SB9 applications are already being filed. The first was for a private home built in 1951 in Palo Alto, Calif., which sits on a 1-acre lot and is valued by Zillow at around $4.5 million. With four newly-built energy-efficient units, the lot’s total value could double easily, now split over four units. The city’s tax base would also double—all with minimal new infrastructure expenditures, no subsidies and no urban sprawl. What’s not to like?
It is true that not-in-my-backyard types or local officials still may hinder SB9’s effectiveness. While the Legislature tried to limit the discretionary powers of local officials, it didn’t remove all options for local opposition, leaving, for example, the ability to impose onerous design requirements. Affordable-housing mandates or rent controls could limit the number of new units built, which would interfere with the filtering process. This process relies on the building of new, more-expensive units, which frees up an older, less-expensive ones, similar to the used-car market.
SB9’s broad applicability may allow for the largest restoration of property rights in our lifetime.

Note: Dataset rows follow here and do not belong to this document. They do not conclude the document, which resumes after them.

// The app's type check reaches this file through the inferred route types, and the app project
// excludes server/: the reference brings the session user's declaration along.
// eslint-disable-next-line @typescript-eslint/triple-slash-reference
/// <reference path="../types/auth.d.ts" />
import type { H3Event } from 'h3'
import { and, asc, eq, gt, isNull, ne } from 'drizzle-orm'
import type { ZodType, ZodTypeDef } from 'zod'
import { roleRank, type Role } from '~~/utils/vocabulary'
import { serverNow } from './clock'
import type { Db } from './database'

/**
 * Sessions. The sealed cookie (nuxt-auth-utils) carries the person for the client's display and
 * the id of a row in `sessions`; every request checks that row, so signing out, signing out
 * everywhere and a password reset end a session on the server, not only in one browser.
 */

/** Secure whenever the request came over HTTPS (behind a proxy: its X-Forwarded-Proto). */
export function sessionCookieConfig(event: H3Event) {
  const secure = getRequestProtocol(event, { xForwardedProto: true }) === 'https'
  return { cookie: { secure, httpOnly: true, sameSite: 'lax' as const, path: '/' } }
}

const SESSION_TOUCH_MS = 5 * 60_000

type UserRow = typeof tables.users.$inferSelect
type SessionRow = typeof tables.sessions.$inferSelect
export interface CurrentSession { user: ReturnType<typeof publicUser>, session: SessionRow }

export function publicUser(user: Pick<UserRow, 'id' | 'email' | 'name' | 'isAdmin'>) {
  return { id: user.id, email: user.email, name: user.name, isAdmin: user.isAdmin }
}

/** Open a session for `user` (after sign-in, sign-up, an accepted invitation or a reset). */
export async function startSession(event: H3Event, user: UserRow, activeHouseholdId: string | null) {
  const db = await useDB()
  const maxAgeSeconds = Number(useRuntimeConfig(event).session.maxAge)
  const now = serverNow()
  const [row] = await db.insert(tables.sessions).values({
    userId: user.id,
    activeHouseholdId,
    userAgent: (getRequestHeader(event, 'user-agent') ?? '').slice(0, 300),
    createdAt: now,
    lastSeenAt: now,
    expiresAt: new Date(now.getTime() + maxAgeSeconds * 1000),
  }).returning()
  await replaceUserSession(event, { user: publicUser(user), secure: { sessionId: row!.id } }, sessionCookieConfig(event))
  event.context.shelfsteadSession = { user: publicUser(user), session: row! } satisfies CurrentSession
}

/** The request's live session, or null (a cookie whose session has ended is cleared). */
export async function currentSession(event: H3Event): Promise<CurrentSession | null> {
  if (event.context.shelfsteadSession !== undefined) return event.context.shelfsteadSession as CurrentSession | null
  const cookie = await getUserSession(event)
  const sessionId = cookie.secure?.sessionId
  let found: CurrentSession | null = null
  if (sessionId && /^[0-9a-f-]{36}$/i.test(sessionId)) {
    const db = await useDB()
    const now = serverNow()
    const [row] = await db.select({ session: tables.sessions, user: tables.users })
      .from(tables.sessions)
      .innerJoin(tables.users, eq(tables.users.id, tables.sessions.userId))
      .where(and(eq(tables.sessions.id, sessionId), isNull(tables.sessions.endedAt), gt(tables.sessions.expiresAt, now)))
    if (row) {
      found = { user: publicUser(row.user), session: row.session }
      if (now.getTime() - row.session.lastSeenAt.getTime() > SESSION_TOUCH_MS) {
        await db.update(tables.sessions).set({ lastSeenAt: now }).where(eq(tables.sessions.id, sessionId))
      }
    }
  }
  if (!found && cookie.user) await clearUserSession(event, sessionCookieConfig(event))
  event.context.shelfsteadSession = found
  return found
}

/** 401 before anything of the request is read, so an anonymous caller learns nothing. */
export async function requireSession(event: H3Event): Promise<CurrentSession> {
  const current = await currentSession(event)
  if (!current) unauthorized('Please sign in.')
  return current
}

/** End this request's session (sign out). */
export async function endSession(event: H3Event) {
  const current = await currentSession(event)
  if (current) {
    const db = await useDB()
    await db.update(tables.sessions).set({ endedAt: serverNow() }).where(eq(tables.sessions.id, current.session.id))
  }
  await clearUserSession(event, sessionCookieConfig(event))
  event.context.shelfsteadSession = null
}

/** End every session of a person, or every one but `keep` (sign out everywhere, a password reset). */
export async function endSessionsOf(db: Db, userId: string, keep?: string) {
  await db.update(tables.sessions).set({ endedAt: serverNow() })
    .where(and(eq(tables.sessions.userId, userId), isNull(tables.sessions.endedAt), ...(keep ? [ne(tables.sessions.id, keep)] : [])))
}

/** Who may do a thing, in words: "Only a canner or the household's owner may do this; you are a helper." */
const ROLE_REFUSAL: Record<Role, (role: Role) => string> = {
  helper: role => `Only members of this household may do this; you are a ${role}.`,
  canner: role => `Only a canner or the household's owner may do this; you are a ${role}.`,
  owner: role => `Only the household's owner may do this; you are a ${role}.`,
}

/**
 * The person's role in a household. Not a member: 404 (ids leak nothing, for a site admin too:
 * the admin curates the shared recipes, not other households). A member working in another
 * household: 409, switch first, so a screen never mixes two households. Below `minRole`: 403.
 */
export async function requireMembership(event: H3Event, householdId: string, minRole: Role) {
  const { user, session } = await requireSession(event)
  const db = await useDB()
  const [membership] = await db.select({ role: tables.memberships.role })
    .from(tables.memberships)
    .where(and(eq(tables.memberships.userId, user.id), eq(tables.memberships.householdId, householdId)))
  if (!membership) notFound('No such household.')
  if (session.activeHouseholdId !== householdId) {
    conflict('You are working in another household on this device. Switch to this one first (the household menu at the top).')
  }
  const role = membership.role
  if (roleRank[role] < roleRank[minRole]) forbidden(ROLE_REFUSAL[minRole](role))
  return { user, role, db, session }
}

/**
 * The one guard for routes under /api/households/:id: the session (401), then the route's
 * params (400), then the role in that household (404 / 409 / 403).
 */
export async function requireHouseholdRole<P extends { id: string }>(event: H3Event, paramsSchema: ZodType<P, ZodTypeDef, unknown>, minRole: Role) {
  await requireSession(event)
  const params = validParams(event, paramsSchema)
  return { params, ...(await requireMembership(event, params.id, minRole)) }
}

export async function requireAdmin(event: H3Event) {
  const { user } = await requireSession(event)
  if (!user.isAdmin) forbidden('Only a site admin may do this.')
  return user
}

export async function householdsOf(userId: string) {
  const db = await useDB()
  return db.select({ id: tables.households.id, name: tables.households.name, role: tables.memberships.role })
    .from(tables.memberships)
    .innerJoin(tables.households, eq(tables.households.id, tables.memberships.householdId))
    .where(eq(tables.memberships.userId, userId))
    .orderBy(asc(tables.households.name))
}

/**
 * Who the person is, their households and the one this session works in. A session whose
 * active household is gone (left, removed) moves to their first remaining one.
 */
export async function sessionAnswer(current: CurrentSession) {
  const households = await householdsOf(current.user.id)
  let activeHouseholdId = current.session.activeHouseholdId
  if (!households.some(h => h.id === activeHouseholdId)) {
    activeHouseholdId = households[0]?.id ?? null
    const db = await useDB()
    await db.update(tables.sessions).set({ activeHouseholdId }).where(eq(tables.sessions.id, current.session.id))
    current.session.activeHouseholdId = activeHouseholdId
  }
  return { user: current.user, households, activeHouseholdId }
}
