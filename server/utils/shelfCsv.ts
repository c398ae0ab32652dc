/** The Shelf as CSV and back: an export imports into the same Shelf without changing it. */
import { and, eq, inArray } from 'drizzle-orm'
import { parse } from 'csv-parse/sync'
import { stringify } from 'csv-stringify/sync'
import { bestByDate } from '~~/utils/after'
import { forgivingCsv, formulaSafeCsv, restoreCell } from '~~/utils/csv'
import { plural } from '~~/utils/display'
import { ShelfCsvRowSchema, shelfCsvColumns } from '~~/utils/schemas/shelf'
import { CONTROL_CHARACTER_MESSAGE, hasControlCharacter } from '~~/utils/schemas/text'
import { parseErrorMap } from '~~/utils/schemas/z'
import type { ShelfImportSkip } from '~~/utils/vocabulary'
import type { Database } from './database'
import { visibleRecipes } from './catalogue'
import { recordActivity } from './activity'
import { listShelf } from './shelf'

/** The Shelf as CSV, oldest first: the columns the import reads, each lot with its id; no cell opens as a formula. */
export async function shelfCsv(db: Database, householdId: string): Promise<string> {
  const { lots } = await listShelf(db, householdId)
  return stringify(lots.map(l => ({
    product: l.product,
    recipe_id: l.recipeId ?? '',
    jar_size: l.jarSizeId,
    jars: l.jarsLeft,
    canned_on: l.cannedOn,
    best_by: l.bestBy,
    load_code: l.loadCode,
    lot_id: l.id,
  })), { ...formulaSafeCsv, header: true, columns: [...shelfCsvColumns] })
}

export interface CsvIssue { line: number, field: string, message: string }

const skipWords: Record<ShelfImportSkip, (n: number) => string> = {
  'on-shelf': n => `${plural(n, 'row is a lot', 'rows are lots')} already on the Shelf (an import never changes a lot; correct it on the Shelf)`,
  'gone': n => `${plural(n, 'row is a lot', 'rows are lots')} eaten or removed since (not put back)`,
}
const isUuid = (s: string) => /^[0-9a-f]{8}-[0-9a-f]{4}-[0-9a-f]{4}-[0-9a-f]{4}-[0-9a-f]{12}$/i.test(s)

/**
 * Import a Shelf inventory. A row naming one of this household's lots (an export read back)
 * adds nothing and is counted as skipped: its lot is on the Shelf, or was eaten or removed since.
 * A row naming any other lot id is refused (it is another household's lot, or one deleted, and
 * which of them is never said): empty its lot_id to add it as a new lot. Every other row is a new
 * lot, checked (columns, jar size, recipe, dates, counts); if any row is bad nothing is imported
 * and the answer lists each problem with its line number (the header is line 1).
 */
export async function importShelfCsv(db: Database, householdId: string, userId: string, text: string) {
  const now = serverNow()
  const today = householdToday(await householdTimeZone(db, householdId))
  let records: string[][]
  try {
    records = parse(text, forgivingCsv)
  }
  catch (error) {
    const line = (error as { lines?: number }).lines ?? 1
    return { issues: [{ line, field: 'csv', message: `This is not readable CSV: ${(error as Error).message}` }] as CsvIssue[] }
  }
  // Every cell, header included, before any is read: PostgreSQL text cannot hold a NUL.
  const broken = records.flatMap((record, r) => record.flatMap((cell, c) => hasControlCharacter(cell)
    ? [{ line: r + 1, field: r === 0 ? 'header' : (records[0]![c] ?? 'csv').toLowerCase().replace(/[^\w]/g, '') || 'csv', message: CONTROL_CHARACTER_MESSAGE }]
    : []))
  if (broken.length) return { issues: broken.slice(0, 50) as CsvIssue[] }
  const header = records[0]?.map(h => h.toLowerCase()) ?? []
  const missing = shelfCsvColumns.filter(c => ['product', 'jar_size', 'jars', 'canned_on'].includes(c) && !header.includes(c))
  if (!records.length || missing.length) {
    return { issues: [{ line: 1, field: 'header', message: `The first line must name the columns ${shelfCsvColumns.join(', ')} (missing: ${missing.join(', ') || 'all'}).` }] as CsvIssue[] }
  }
  if (records.length === 1) return { issues: [{ line: 2, field: 'csv', message: 'The file has a header but no jars.' }] as CsvIssue[] }
  if (records.length > 2001) return { issues: [{ line: 2002, field: 'csv', message: 'Import at most 2,000 lots at a time.' }] as CsvIssue[] }

  const cells = records.slice(1).map(record => Object.fromEntries(header.map((h, c) => [h, restoreCell(record[c] ?? '')])))
  const named = [...new Set(cells.map(raw => (raw.lot_id ?? '').trim()).filter(isUuid))]
  const [jarSizes, recipes, [household], known] = await Promise.all([
    db.select({ id: tables.jarSizes.id }).from(tables.jarSizes),
    db.select({ id: tables.recipes.id }).from(tables.recipes).where(visibleRecipes(householdId)),
    db.select().from(tables.households).where(eq(tables.households.id, householdId)),
    named.length
      ? db.select({ id: tables.shelfLots.id, jarsLeft: tables.shelfLots.jarsLeft }).from(tables.shelfLots)
          .where(and(eq(tables.shelfLots.householdId, householdId), inArray(tables.shelfLots.id, named)))
      : Promise.resolve([]),
  ])
  const ours = new Map(known.map(l => [l.id, l.jarsLeft]))
  const skipped: Record<ShelfImportSkip, number> = { 'on-shelf': 0, 'gone': 0 }
  const issues: CsvIssue[] = []
  const rows: Array<typeof tables.shelfLots.$inferInsert> = []
  cells.forEach((raw, i) => {
    const line = i + 2
    const jarsLeft = ours.get((raw.lot_id ?? '').trim().toLowerCase())
    if (jarsLeft !== undefined) {
      skipped[jarsLeft > 0 ? 'on-shelf' : 'gone'] += 1
      return
    }
    const parsed = ShelfCsvRowSchema.safeParse(raw, { errorMap: parseErrorMap })
    if (!parsed.success) {
      for (const issue of parsed.error.issues) issues.push({ line, field: String(issue.path[0] ?? 'row'), message: issue.message })
      return
    }
    const row = parsed.data
    const rowIssues: CsvIssue[] = []
    if (row.lot_id) rowIssues.push({ line, field: 'lot_id', message: 'This lot_id is not a lot of this household\'s Shelf. To add the row as a new lot, empty its lot_id cell.' })
    if (!jarSizes.some(j => j.id === row.jar_size)) rowIssues.push({ line, field: 'jar_size', message: `"${row.jar_size}" is not a jar size in the catalogue (for example pint-regular, quart-wide).` })
    if (row.recipe_id && !recipes.some(r => r.id === row.recipe_id)) rowIssues.push({ line, field: 'recipe_id', message: `"${row.recipe_id}" is not a recipe in your Recipe book; leave it empty if unsure.` })
    if (row.canned_on > today) rowIssues.push({ line, field: 'canned_on', message: 'The canned date is in the future.' })
    const bestBy = row.best_by ?? bestByDate(row.canned_on, household!.bestByMonths)
    if (bestBy <= row.canned_on) rowIssues.push({ line, field: 'best_by', message: 'The best-by date must come after the canned date.' })
    issues.push(...rowIssues)
    if (rowIssues.length) return
    rows.push({
      householdId, recipeId: row.recipe_id ?? null, product: row.product, jarSizeId: row.jar_size, loadCode: row.load_code,
      cannedOn: row.canned_on, bestBy, jarsIn: row.jars, jarsLeft: row.jars, source: 'import', shelvedAt: now,
    })
  })
  if (issues.length) return { issues }

  const jars = rows.reduce((s, r) => s + r.jarsIn!, 0)
  const skippedBecause = (Object.entries(skipped) as Array<[ShelfImportSkip, number]>)
    .filter(([, n]) => n > 0)
    .map(([reason, n]) => ({ reason, rows: n, message: skipWords[reason](n) }))
  const added = rows.length ? `Added ${plural(rows.length, 'lot', 'lots')} (${plural(jars, 'jar', 'jars')}).` : 'Added nothing: every row is a lot this Shelf knows.'
  const message = [added, ...skippedBecause.map(s => `Skipped: ${s.message}.`)].join(' ')
  if (rows.length) {
    await db.transaction(async (tx) => {
      await tx.insert(tables.shelfLots).values(rows)
      await recordActivity(tx, { householdId, userId, kind: 'shelf', summary: `Imported an inventory onto the Shelf: ${message}` })
    })
  }
  return { issues: [] as CsvIssue[], imported: rows.length, jars, skipped: skipped['on-shelf'] + skipped.gone, skippedBecause, message }
}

In many of California’s 4,000 jurisdictions, the chance to evaluate the effects of best and worst practices at the local level will help policy makers craft solutions for other high-priced communities around the country.
If SB9 fails, California may be doomed to a demographic future in which the state consists of a small group of the ultrarich, a shrinking middle class, and a growing segment living in or near poverty. There is hope that SB9 will allow private enterprise to address California’s housing crisis. Policy makers should provide all the backing they can.
Mr. Pinto is an American Enterprise Institute senior fellow and director of the AEI Housing Center. Mr. Peter is an AEI research fellow and assistant director at the Housing Center.